The problem = Scan the entries below. Report each line where the string "marked" occurs.

Material provided =
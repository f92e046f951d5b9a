// The review figure: one night's counts, P(sleep), the model's calls and the reviewer's scoring,
// drawn as SVG on a shared epoch axis, with click-and-drag marking of epoch ranges.
// window.NightbankReviewFigure(container, night) -> figure; see the methods at the end.
// Epoch ranges are {start_epoch, end_epoch} with end_epoch exclusive, as the service expects.
"use strict";
(function () {
  const SVG = "http://www.w3.org/2000/svg";
  const WIDTH = 1200, LEFT = 118, RIGHT = 14, TOP = 8;
  const PLOT = WIDTH - LEFT - RIGHT;
  const COUNTS_H = 120, P_H = 64, STRIP_H = 16, GAP = 10, AXIS_H = 30;

  function el(name, attrs, parent) {
    const node = document.createElementNS(SVG, name);
    Object.keys(attrs || {}).forEach(function (k) { node.setAttribute(k, String(attrs[k])); });
    if (parent) parent.appendChild(node);
    return node;
  }

  function text(parent, x, y, value, cls, anchor) {
    const node = el("text", { x: x, y: y, "class": cls || "axis-label", "text-anchor": anchor || "end" }, parent);
    node.textContent = value;
    return node;
  }

  // Runs of equal values: [{start, end, value}] (end exclusive); null, undefined and NaN form "none" runs.
  function runs(values) {
    const out = [];
    const key = function (v) { return v === null || v === undefined || Number.isNaN(v) ? "none" : String(v); };
    for (let i = 0; i < values.length; i += 1) {
      const k = key(values[i]);
      if (out.length && out[out.length - 1].value === k) out[out.length - 1].end = i + 1;
      else out.push({ start: i, end: i + 1, value: k });
    }
    return out;
  }

  // Seconds after midnight of the night's start, read from its ISO text (the recording's own clock).
  function clockStart(iso) {
    const m = /T(\d\d):(\d\d)(?::(\d\d))?/.exec(iso || "");
    return m ? (+m[1]) * 3600 + (+m[2]) * 60 + (+(m[3] || 0)) : null;
  }

  function clock(seconds) {
    const s = ((Math.round(seconds) % 86400) + 86400) % 86400;
    const h = Math.floor(s / 3600), m = Math.floor((s % 3600) / 60);
    return (h < 10 ? "0" : "") + h + ":" + (m < 10 ? "0" : "") + m;
  }

  function quantile(values, q) {
    const finite = values.filter(function (v) { return Number.isFinite(v); }).sort(function (a, b) { return a - b; });
    if (!finite.length) return 1;
    return finite[Math.min(finite.length - 1, Math.floor(q * (finite.length - 1)))];
  }

  // A stored time stamp for people: "2026-12-03 19:06 UTC" (the text itself when it is not a time).
  window.NightbankReviewTime = function (iso) {
    const t = new Date(iso);
    return Number.isNaN(t.getTime()) ? String(iso) : t.toISOString().slice(0, 16).replace("T", " ") + " UTC";
  };

  window.NightbankReviewFigure = function (container, night) {
    const n = night.counts.length;
    const epochW = PLOT / Math.max(n, 1);
    const t0 = clockStart(night.start);
    const hasP = Array.isArray(night.p_sleep) && night.p_sleep.some(function (v) { return Number.isFinite(v); });
    const strips = [{ key: "model", label: "model's calls" }, { key: "marked", label: "with the marks" }];
    const rowLabels = {};
    let labels = { model: night.calls, marked: night.calls };
    let marks = [], rest = null, highlights = [], pending = null, locked = false;
    let onMark = function () {}, onHover = function () {};
    let svg, overlay, selection, layout;

    function x(epoch) { return LEFT + epoch * epochW; }

    function computeLayout() {
      let y = TOP;
      const out = { counts: [y, y + COUNTS_H] };
      y += COUNTS_H + GAP;
      if (hasP) { out.p = [y, y + P_H]; y += P_H + GAP; }
      out.strips = {};
      strips.forEach(function (s) { out.strips[s.key] = [y, y + STRIP_H]; y += STRIP_H + 4; });
      out.bottom = y;
      out.height = y + AXIS_H;
      return out;
    }

    function drawCounts(g) {
      const [y0, y1] = layout.counts;
      const cap = Math.max(quantile(night.counts, 0.99), 1);
      let d = "";
      night.counts.forEach(function (c, i) {
        if (!Number.isFinite(c) || c <= 0) return;
        const h = (Math.min(c, cap) / cap) * (y1 - y0);
        d += "M" + (x(i) + epochW / 2).toFixed(2) + " " + y1 + "V" + (y1 - h).toFixed(2);
      });
      el("rect", { x: LEFT, y: y0, width: PLOT, height: y1 - y0, "class": "panel" }, g);
      el("path", { d: d, "class": "counts", "stroke-width": Math.max(epochW * 0.9, 0.6) }, g);
      text(g, LEFT - 6, y0 + 10, String(Math.round(cap)));
      text(g, LEFT - 6, y1, "0");
      text(g, LEFT - 6, (y0 + y1) / 2 + 4, "counts", "row-label");
    }

    function drawP(g) {
      const [y0, y1] = layout.p;
      el("rect", { x: LEFT, y: y0, width: PLOT, height: y1 - y0, "class": "panel" }, g);
      el("line", { x1: LEFT, x2: LEFT + PLOT, y1: (y0 + y1) / 2, y2: (y0 + y1) / 2, "class": "half" }, g);
      let d = "", pen = false;
      night.p_sleep.forEach(function (p, i) {
        if (!Number.isFinite(p)) { pen = false; return; }
        const yy = y1 - p * (y1 - y0);
        d += (pen ? "L" : "M") + (x(i) + epochW / 2).toFixed(2) + " " + yy.toFixed(2);
        pen = true;
      });
      el("path", { d: d, "class": "p-sleep" }, g);
      text(g, LEFT - 6, y0 + 10, "1");
      text(g, LEFT - 6, y1, "0");
      text(g, LEFT - 6, (y0 + y1) / 2 + 4, "P(sleep)", "row-label");
    }

    function drawStrip(g, key) {
      const [y0, y1] = layout.strips[key];
      const values = labels[key] || [];
      const row = el("g", { "class": "strip", "data-row": key }, g);
      runs(values).forEach(function (r) {
        const cls = r.value === "1" ? "sleep" : r.value === "0" ? "wake" : "unjudged";
        el("rect", { x: x(r.start), y: y0, width: (r.end - r.start) * epochW, height: y1 - y0, "class": cls,
          "data-start": r.start, "data-end": r.end }, row);
      });
      rowLabels[key] = text(g, LEFT - 6, y1 - 3, (strips.find(function (s) { return s.key === key; }) || {}).label,
        "row-label");
    }

    function drawAxis(g) {
      const y = layout.bottom + 4;
      el("line", { x1: LEFT, x2: LEFT + PLOT, y1: y, y2: y, "class": "axis" }, g);
      const seconds = n * night.epoch_seconds;
      const first = t0 === null ? 0 : (3600 - (t0 % 3600)) % 3600;
      for (let s = first; s <= seconds; s += 3600) {
        const xx = x(s / night.epoch_seconds);
        el("line", { x1: xx, x2: xx, y1: y, y2: y + 5, "class": "axis" }, g);
        text(g, xx, y + 18, t0 === null ? (s / 3600).toFixed(0) + " h" : clock(t0 + s), "axis-label", "middle");
      }
      text(g, LEFT - 6, y + 18, t0 === null ? "hours" : "clock", "row-label");
    }

    function drawOverlay() {
      while (overlay.firstChild) overlay.removeChild(overlay.firstChild);
      const top = layout.counts[0], bottom = layout.bottom;
      const span = function (r, cls, attrs) {
        return el("rect", Object.assign({ x: x(r.start_epoch), y: top, width: (r.end_epoch - r.start_epoch) * epochW,
          height: bottom - top, "class": cls }, attrs || {}), overlay);
      };
      highlights.forEach(function (r) { span(r, "differ"); });
      const shown = rest || (night.in_bed ? { start_epoch: night.in_bed[0], end_epoch: night.in_bed[1] } : null);
      if (shown) {
        if (shown.start_epoch > 0) span({ start_epoch: 0, end_epoch: shown.start_epoch }, "out-of-bed");
        if (shown.end_epoch < n) span({ start_epoch: shown.end_epoch, end_epoch: n }, "out-of-bed");
        span(shown, rest ? "rest marked" : "rest");
      }
      marks.forEach(function (m, i) {
        if (m.kind !== "rest") span(m, "mark mark-" + m.kind, { "data-mark": i });
      });
    }

    function draw() {
      layout = computeLayout();
      container.textContent = "";
      svg = el("svg", { viewBox: "0 0 " + WIDTH + " " + layout.height,
        "class": "review-svg" + (locked ? " locked" : ""), role: "img",
        "aria-label": "Counts, P(sleep), the model's calls and the scoring with the marks, epoch by epoch; " +
          "drag across it to mark" }, container);
      const base = el("g", {}, svg);
      drawCounts(base);
      if (hasP) drawP(base);
      strips.forEach(function (s) { drawStrip(base, s.key); });
      drawAxis(base);
      overlay = el("g", { "class": "overlay" }, svg);
      selection = el("rect", { x: 0, y: layout.counts[0], width: 0, height: layout.bottom - layout.counts[0],
        "class": "selection", visibility: "hidden" }, svg);
      drawOverlay();
      svg.addEventListener("pointerdown", down);
      svg.addEventListener("pointermove", move);
      svg.addEventListener("pointerup", up);
      svg.addEventListener("pointercancel", cancel);
      svg.addEventListener("pointerleave", function () { if (!pending) onHover(null); });
    }

    function epochAt(event) {
      const box = svg.getBoundingClientRect();
      const vx = (event.clientX - box.left) * (WIDTH / box.width);
      return Math.max(0, Math.min(n - 1, Math.floor((vx - LEFT) / epochW)));
    }

    function showSelection(a, b) {
      const lo = Math.min(a, b), hi = Math.max(a, b) + 1;
      selection.setAttribute("x", x(lo));
      selection.setAttribute("width", (hi - lo) * epochW);
      selection.setAttribute("visibility", "visible");
      return { start_epoch: lo, end_epoch: hi };
    }

    function down(event) {
      if (locked || event.button !== 0) return;
      const box = svg.getBoundingClientRect();
      if ((event.clientX - box.left) * (WIDTH / box.width) < LEFT) return;
      pending = { anchor: epochAt(event), pointer: event.pointerId };
      svg.setPointerCapture(event.pointerId);
      showSelection(pending.anchor, pending.anchor);
      event.preventDefault();
    }

    function move(event) {
      const epoch = epochAt(event);
      onHover(epoch, pending ? showSelection(pending.anchor, epoch) : null);
    }

    function up(event) {
      if (!pending) return;
      const range = showSelection(pending.anchor, epochAt(event));
      cancel();
      onMark(range);
    }

    function cancel() {
      if (pending && svg.hasPointerCapture(pending.pointer)) svg.releasePointerCapture(pending.pointer);
      pending = null;
      selection.setAttribute("visibility", "hidden");
    }

    draw();
    return {
      n_epochs: n,
      // Per-epoch values of one strip ("model", "marked", or a key added with addStrip).
      setLabels: function (key, values) {
        labels[key] = values;
        const row = svg.querySelector('g.strip[data-row="' + key + '"]');
        if (row) { row.remove(); rowLabels[key].remove(); drawStrip(svg.firstChild, key); }
      },
      addStrip: function (key, label, values) {
        if (!strips.some(function (s) { return s.key === key; })) strips.push({ key: key, label: label });
        labels[key] = values;
        draw();
      },
      setMarks: function (list, restInterval) { marks = list; rest = restInterval; drawOverlay(); },
      setHighlights: function (ranges) { highlights = ranges || []; drawOverlay(); },
      setLocked: function (value) { locked = value; svg.classList.toggle("locked", value); cancel(); },
      onMark: function (callback) { onMark = callback; },
      onHover: function (callback) { onHover = callback; },
      cancelDrag: cancel,
      // The epoch at a clock time "HH:MM" of the recording's clock (the first such time after the start).
      epochAtClock: function (hhmm) {
        const m = /^(\d\d):(\d\d)/.exec(hhmm || "");
        if (!m || t0 === null) return null;
        const after = (((+m[1]) * 3600 + (+m[2]) * 60 - t0) % 86400 + 86400) % 86400;
        return Math.round(after / night.epoch_seconds);
      },
      clock: function (epoch) {
        return t0 === null ? (epoch * night.epoch_seconds / 3600).toFixed(2) + " h"
          : clock(t0 + epoch * night.epoch_seconds);
      },
    };
  };
})();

Output of the exercise =
    const strips = [{ key: "model", label: "model's calls" }, { key: "marked", label: "with the marks" }];
    let labels = { model: night.calls, marked: night.calls };
        span(shown, rest ? "rest marked" : "rest");
      // Per-epoch values of one strip ("model", "marked", or a key added with addStrip).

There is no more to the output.